▸ TASK TO COMPLETE: Copy out the entries below exactly as they stand, but only from the line containing "-10, to: 10" through the line containing "it('moves what the".

[Dataset entries]

------------

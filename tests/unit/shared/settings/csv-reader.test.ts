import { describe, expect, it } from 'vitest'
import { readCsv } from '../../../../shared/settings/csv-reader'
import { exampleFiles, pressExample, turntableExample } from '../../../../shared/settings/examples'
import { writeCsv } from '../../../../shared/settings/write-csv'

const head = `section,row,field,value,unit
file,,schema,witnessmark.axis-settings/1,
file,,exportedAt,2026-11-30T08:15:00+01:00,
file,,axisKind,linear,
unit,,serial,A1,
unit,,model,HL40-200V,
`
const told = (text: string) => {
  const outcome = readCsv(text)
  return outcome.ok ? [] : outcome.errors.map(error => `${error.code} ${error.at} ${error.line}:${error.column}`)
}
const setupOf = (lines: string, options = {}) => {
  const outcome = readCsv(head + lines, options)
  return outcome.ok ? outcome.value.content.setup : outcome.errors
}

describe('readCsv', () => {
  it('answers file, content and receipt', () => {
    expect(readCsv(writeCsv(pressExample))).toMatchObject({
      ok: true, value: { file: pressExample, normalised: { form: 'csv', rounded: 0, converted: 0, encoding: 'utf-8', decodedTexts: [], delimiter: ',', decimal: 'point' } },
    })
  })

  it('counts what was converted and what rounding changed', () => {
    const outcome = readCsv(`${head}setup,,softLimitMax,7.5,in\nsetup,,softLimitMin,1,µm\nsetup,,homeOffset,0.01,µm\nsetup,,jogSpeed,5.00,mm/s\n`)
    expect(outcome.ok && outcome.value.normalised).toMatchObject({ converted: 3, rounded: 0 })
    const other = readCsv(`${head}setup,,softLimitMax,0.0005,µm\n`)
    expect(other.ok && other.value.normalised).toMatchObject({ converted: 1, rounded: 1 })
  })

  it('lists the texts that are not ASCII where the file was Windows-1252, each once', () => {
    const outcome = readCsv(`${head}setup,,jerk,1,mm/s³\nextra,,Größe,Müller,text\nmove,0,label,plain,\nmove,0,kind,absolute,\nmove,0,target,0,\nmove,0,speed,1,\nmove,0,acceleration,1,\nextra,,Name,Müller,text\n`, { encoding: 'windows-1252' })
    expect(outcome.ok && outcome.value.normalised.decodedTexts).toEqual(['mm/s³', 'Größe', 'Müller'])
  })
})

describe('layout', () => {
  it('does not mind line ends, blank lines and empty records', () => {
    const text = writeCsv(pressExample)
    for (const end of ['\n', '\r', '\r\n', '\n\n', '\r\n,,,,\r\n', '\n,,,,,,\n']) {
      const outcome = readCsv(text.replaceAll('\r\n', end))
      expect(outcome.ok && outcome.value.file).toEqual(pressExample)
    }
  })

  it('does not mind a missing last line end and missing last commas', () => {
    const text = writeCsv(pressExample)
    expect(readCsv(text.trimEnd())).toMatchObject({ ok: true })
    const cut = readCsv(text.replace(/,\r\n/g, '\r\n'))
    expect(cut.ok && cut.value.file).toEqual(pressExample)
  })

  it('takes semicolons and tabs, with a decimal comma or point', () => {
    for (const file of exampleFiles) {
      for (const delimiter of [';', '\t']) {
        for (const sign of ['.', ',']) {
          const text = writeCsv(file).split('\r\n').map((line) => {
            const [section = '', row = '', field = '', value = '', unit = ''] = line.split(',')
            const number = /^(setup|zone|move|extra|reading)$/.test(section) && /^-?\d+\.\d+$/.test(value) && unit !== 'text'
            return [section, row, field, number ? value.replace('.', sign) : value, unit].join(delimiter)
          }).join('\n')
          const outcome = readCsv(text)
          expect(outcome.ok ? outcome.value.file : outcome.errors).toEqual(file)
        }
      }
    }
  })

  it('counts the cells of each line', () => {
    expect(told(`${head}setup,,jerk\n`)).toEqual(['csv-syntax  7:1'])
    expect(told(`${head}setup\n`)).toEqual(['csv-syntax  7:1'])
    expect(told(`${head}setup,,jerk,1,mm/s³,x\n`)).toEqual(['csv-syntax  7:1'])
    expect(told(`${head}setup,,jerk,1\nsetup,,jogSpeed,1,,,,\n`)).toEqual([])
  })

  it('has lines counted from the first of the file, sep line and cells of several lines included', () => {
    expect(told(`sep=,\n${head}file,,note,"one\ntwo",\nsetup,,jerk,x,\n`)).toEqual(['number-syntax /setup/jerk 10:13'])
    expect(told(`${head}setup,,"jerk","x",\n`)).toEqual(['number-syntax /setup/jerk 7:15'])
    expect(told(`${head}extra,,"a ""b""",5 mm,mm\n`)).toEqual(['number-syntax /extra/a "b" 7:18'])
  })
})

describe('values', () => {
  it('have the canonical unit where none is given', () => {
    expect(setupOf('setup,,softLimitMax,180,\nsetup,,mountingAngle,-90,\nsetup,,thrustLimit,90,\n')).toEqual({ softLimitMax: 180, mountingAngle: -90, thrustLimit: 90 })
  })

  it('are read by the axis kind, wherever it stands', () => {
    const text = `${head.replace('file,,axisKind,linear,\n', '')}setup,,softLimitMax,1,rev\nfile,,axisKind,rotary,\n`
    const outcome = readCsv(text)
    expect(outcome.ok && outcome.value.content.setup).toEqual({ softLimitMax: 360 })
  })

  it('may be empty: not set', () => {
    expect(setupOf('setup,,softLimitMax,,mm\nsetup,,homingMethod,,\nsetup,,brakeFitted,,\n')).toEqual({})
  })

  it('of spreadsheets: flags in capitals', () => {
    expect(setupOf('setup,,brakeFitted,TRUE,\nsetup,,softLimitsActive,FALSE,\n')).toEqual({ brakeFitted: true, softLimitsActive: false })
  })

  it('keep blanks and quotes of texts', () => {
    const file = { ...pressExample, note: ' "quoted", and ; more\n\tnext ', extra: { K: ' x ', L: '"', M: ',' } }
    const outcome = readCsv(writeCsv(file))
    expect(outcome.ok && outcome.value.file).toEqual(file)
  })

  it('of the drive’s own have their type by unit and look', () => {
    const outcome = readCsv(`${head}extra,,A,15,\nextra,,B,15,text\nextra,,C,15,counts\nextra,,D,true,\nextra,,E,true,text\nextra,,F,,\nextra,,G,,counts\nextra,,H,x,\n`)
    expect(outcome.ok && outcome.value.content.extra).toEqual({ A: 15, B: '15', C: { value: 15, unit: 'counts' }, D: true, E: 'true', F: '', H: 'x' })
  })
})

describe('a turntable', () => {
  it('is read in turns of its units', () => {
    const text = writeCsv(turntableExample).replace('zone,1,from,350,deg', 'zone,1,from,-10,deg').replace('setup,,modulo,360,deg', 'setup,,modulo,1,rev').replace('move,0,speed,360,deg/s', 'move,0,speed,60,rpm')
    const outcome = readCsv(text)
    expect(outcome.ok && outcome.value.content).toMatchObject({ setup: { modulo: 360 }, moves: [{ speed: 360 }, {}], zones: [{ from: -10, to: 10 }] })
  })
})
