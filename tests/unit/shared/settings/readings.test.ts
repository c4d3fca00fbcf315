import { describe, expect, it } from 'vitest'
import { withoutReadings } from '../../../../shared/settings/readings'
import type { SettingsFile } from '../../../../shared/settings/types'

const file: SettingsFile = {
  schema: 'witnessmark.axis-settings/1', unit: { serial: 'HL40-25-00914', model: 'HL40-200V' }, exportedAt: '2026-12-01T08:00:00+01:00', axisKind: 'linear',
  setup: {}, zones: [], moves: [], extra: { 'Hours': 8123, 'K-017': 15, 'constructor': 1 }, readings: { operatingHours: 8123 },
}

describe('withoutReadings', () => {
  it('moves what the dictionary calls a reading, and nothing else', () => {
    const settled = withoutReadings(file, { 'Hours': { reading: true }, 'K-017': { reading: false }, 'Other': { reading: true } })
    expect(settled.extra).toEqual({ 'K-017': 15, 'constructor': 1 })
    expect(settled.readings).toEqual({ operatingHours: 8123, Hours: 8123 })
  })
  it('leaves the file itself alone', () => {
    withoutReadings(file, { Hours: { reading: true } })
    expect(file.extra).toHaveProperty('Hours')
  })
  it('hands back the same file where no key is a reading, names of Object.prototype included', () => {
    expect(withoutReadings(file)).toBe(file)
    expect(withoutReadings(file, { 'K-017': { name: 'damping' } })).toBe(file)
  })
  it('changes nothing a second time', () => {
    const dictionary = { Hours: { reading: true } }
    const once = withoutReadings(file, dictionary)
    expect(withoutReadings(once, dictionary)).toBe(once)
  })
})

------------

▸ TASK SOLUTION:
    expect(outcome.ok && outcome.value.content).toMatchObject({ setup: { modulo: 360 }, moves: [{ speed: 360 }, {}], zones: [{ from: -10, to: 10 }] })
  })
})
filename tests/unit/shared/settings/readings.test.ts
repository c4d3fca00fbcf315
import { describe, expect, it } from 'vitest'
import { withoutReadings } from '../../../../shared/settings/readings'
import type { SettingsFile } from '../../../../shared/settings/types'

const file: SettingsFile = {
  schema: 'witnessmark.axis-settings/1', unit: { serial: 'HL40-25-00914', model: 'HL40-200V' }, exportedAt: '2026-12-01T08:00:00+01:00', axisKind: 'linear',
  setup: {}, zones: [], moves: [], extra: { 'Hours': 8123, 'K-017': 15, 'constructor': 1 }, readings: { operatingHours: 8123 },
}

describe('withoutReadings', () => {
  it('moves what the dictionary calls a reading, and nothing else', () => {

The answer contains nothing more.